* [What to work on] Once you have located the line containing "filename src/lib/photos/forms.test.ts" in the material below, return it exactly along with each line after it through the line containing "it('refuses other targets, bad".

* [Supplied information]

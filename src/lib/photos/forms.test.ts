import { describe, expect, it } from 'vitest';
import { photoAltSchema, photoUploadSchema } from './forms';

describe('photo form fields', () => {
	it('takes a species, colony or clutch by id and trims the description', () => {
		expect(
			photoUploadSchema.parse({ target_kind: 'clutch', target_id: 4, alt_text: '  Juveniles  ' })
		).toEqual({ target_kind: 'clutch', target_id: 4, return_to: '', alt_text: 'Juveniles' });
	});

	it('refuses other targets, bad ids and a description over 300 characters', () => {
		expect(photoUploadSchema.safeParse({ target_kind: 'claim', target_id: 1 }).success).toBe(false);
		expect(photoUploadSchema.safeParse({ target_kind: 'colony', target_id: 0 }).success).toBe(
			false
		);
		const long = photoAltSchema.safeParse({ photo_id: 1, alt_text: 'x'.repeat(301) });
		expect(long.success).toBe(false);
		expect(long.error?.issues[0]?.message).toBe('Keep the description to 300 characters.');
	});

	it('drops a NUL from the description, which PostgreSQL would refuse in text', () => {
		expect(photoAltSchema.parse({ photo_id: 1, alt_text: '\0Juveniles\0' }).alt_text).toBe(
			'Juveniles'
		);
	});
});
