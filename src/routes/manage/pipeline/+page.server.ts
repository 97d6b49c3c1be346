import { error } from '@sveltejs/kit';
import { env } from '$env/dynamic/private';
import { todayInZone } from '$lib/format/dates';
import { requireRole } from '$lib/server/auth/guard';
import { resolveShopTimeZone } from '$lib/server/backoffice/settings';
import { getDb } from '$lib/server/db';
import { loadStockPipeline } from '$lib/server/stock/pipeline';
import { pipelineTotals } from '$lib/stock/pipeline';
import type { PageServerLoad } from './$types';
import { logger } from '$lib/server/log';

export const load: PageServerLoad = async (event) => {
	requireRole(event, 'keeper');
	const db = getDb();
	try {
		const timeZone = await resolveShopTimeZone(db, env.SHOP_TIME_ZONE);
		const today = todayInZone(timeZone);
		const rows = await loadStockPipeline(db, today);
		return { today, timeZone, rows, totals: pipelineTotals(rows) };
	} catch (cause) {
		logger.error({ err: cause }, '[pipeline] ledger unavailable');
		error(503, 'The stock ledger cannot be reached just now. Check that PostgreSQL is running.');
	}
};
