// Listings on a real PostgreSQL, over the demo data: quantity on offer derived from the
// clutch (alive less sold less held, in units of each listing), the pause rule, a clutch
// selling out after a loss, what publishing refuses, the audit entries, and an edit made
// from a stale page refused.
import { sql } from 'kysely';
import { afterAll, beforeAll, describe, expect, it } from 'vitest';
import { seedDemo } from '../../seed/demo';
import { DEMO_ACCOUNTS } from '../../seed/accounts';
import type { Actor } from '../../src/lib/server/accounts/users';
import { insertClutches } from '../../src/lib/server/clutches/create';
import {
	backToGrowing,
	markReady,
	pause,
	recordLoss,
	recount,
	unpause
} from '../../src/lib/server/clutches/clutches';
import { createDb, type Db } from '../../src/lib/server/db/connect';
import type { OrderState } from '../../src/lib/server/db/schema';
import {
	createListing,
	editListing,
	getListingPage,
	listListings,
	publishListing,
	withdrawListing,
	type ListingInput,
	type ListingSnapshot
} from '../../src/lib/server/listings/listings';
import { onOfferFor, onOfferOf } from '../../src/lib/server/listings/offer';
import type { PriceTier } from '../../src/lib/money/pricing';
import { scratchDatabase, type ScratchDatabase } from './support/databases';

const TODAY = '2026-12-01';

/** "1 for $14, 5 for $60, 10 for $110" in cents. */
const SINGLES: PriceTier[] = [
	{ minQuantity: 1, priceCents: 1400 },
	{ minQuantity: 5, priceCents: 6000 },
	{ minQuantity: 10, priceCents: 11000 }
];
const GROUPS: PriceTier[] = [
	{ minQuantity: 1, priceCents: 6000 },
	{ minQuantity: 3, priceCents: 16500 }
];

---

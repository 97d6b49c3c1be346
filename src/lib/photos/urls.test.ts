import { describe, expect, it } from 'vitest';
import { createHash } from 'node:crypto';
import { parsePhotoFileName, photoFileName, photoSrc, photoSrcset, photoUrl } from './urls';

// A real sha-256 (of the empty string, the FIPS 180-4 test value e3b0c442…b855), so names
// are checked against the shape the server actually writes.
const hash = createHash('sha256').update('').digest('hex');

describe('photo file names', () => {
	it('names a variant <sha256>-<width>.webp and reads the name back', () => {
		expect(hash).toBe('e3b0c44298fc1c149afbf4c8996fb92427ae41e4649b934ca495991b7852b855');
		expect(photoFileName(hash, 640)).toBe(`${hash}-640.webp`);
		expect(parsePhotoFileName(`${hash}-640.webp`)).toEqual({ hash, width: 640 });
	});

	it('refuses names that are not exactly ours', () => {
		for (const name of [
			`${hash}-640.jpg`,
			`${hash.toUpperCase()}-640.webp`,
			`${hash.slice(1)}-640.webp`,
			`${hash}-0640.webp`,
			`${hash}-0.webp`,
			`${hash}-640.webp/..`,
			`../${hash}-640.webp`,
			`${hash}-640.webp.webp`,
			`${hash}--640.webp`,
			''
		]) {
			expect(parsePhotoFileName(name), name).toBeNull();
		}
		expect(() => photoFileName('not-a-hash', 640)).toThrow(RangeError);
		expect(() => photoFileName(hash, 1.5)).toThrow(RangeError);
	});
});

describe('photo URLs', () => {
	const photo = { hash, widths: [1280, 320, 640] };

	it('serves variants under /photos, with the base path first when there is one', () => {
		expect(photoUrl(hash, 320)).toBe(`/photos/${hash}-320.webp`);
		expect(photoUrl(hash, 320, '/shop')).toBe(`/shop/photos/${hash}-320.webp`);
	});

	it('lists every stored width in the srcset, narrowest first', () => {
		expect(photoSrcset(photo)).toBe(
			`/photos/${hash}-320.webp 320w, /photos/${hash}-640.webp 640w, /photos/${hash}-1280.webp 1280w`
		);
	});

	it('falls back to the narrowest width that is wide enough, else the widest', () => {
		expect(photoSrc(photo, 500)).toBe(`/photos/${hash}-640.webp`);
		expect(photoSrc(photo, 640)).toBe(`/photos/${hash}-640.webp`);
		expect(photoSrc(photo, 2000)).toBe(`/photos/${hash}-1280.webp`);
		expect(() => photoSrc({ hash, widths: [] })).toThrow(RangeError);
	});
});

...

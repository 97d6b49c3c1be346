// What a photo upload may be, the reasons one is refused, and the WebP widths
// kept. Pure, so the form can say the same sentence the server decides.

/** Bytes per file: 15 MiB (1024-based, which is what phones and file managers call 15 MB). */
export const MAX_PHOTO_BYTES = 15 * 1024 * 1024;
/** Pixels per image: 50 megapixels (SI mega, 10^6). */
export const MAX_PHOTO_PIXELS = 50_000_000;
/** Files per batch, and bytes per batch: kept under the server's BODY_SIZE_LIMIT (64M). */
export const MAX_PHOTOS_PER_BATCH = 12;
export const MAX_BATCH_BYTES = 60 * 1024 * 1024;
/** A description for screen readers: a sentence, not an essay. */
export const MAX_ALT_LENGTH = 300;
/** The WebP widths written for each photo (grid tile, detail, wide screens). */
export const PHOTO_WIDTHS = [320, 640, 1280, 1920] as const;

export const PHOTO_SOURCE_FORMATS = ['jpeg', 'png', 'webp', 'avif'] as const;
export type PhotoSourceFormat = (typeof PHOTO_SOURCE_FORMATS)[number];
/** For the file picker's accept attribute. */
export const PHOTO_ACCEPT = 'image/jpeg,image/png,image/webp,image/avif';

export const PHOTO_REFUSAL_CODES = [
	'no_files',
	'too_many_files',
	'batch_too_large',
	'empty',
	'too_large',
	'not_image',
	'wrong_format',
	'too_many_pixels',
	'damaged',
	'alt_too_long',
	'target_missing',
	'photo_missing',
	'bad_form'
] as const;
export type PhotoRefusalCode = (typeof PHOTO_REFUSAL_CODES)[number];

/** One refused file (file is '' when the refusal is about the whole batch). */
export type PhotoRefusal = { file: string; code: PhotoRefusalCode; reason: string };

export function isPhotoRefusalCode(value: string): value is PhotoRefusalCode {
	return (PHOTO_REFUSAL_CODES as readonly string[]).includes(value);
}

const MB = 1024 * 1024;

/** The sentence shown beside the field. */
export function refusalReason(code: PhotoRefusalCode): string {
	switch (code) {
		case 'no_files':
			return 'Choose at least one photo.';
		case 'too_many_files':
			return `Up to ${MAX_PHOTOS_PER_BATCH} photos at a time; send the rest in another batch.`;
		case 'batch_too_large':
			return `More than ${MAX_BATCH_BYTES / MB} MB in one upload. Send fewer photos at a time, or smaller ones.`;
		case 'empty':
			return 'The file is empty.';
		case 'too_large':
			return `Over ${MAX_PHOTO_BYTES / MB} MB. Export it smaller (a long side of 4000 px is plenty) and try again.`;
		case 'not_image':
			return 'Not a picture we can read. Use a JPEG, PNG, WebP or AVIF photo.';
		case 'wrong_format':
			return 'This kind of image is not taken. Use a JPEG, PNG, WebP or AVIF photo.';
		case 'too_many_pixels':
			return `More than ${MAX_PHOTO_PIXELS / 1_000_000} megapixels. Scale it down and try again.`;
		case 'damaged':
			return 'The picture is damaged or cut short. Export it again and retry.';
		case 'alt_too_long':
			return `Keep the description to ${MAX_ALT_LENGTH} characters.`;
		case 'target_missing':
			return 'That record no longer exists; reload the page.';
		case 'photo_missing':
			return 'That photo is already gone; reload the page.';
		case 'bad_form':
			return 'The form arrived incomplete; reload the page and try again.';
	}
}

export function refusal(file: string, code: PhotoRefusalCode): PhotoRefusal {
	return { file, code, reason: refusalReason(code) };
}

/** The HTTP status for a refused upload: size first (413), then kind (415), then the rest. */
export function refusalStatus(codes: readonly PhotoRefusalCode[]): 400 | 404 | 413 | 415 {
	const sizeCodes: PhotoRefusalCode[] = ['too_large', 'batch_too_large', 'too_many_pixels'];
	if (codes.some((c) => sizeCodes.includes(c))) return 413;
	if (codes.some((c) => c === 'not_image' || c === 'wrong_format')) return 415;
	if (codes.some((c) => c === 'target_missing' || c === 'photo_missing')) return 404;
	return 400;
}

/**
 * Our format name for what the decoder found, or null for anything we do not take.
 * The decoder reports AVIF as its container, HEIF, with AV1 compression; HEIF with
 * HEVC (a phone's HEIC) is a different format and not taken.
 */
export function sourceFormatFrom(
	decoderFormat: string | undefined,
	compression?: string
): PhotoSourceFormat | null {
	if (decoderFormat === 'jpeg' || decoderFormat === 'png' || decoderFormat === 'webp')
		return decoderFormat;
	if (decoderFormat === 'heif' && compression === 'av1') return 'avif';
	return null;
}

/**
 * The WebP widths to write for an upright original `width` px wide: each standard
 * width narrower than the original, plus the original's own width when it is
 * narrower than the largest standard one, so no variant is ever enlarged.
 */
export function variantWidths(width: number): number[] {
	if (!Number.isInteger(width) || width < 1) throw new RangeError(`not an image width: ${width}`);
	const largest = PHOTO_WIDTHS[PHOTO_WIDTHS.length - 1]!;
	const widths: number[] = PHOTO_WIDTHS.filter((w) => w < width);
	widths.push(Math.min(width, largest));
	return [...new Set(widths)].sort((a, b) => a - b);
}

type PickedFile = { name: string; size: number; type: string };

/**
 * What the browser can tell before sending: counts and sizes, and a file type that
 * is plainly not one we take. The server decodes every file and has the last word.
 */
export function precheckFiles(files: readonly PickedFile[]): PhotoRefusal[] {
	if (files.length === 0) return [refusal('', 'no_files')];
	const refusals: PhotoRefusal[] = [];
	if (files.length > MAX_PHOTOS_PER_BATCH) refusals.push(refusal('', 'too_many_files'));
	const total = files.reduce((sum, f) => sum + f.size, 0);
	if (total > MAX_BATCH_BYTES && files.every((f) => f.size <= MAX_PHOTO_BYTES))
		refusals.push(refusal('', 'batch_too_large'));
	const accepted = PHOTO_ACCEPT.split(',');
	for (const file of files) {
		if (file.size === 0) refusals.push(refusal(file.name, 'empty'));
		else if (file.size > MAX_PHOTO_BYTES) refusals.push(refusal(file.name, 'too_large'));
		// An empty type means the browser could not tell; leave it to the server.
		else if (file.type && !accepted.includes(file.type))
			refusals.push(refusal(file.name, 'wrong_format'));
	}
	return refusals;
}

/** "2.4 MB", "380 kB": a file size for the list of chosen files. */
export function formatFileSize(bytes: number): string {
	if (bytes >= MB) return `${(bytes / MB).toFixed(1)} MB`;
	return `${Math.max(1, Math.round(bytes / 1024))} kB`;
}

* [Response]
filename src/lib/photos/forms.test.ts
import { describe, expect, it } from 'vitest';
import { photoAltSchema, photoUploadSchema } from './forms';

describe('photo form fields', () => {
	it('takes a species, colony or clutch by id and trims the description', () => {
		expect(
			photoUploadSchema.parse({ target_kind: 'clutch', target_id: 4, alt_text: '  Juveniles  ' })
		).toEqual({ target_kind: 'clutch', target_id: 4, return_to: '', alt_text: 'Juveniles' });
	});

	it('refuses other targets, bad ids and a description over 300 characters', () => {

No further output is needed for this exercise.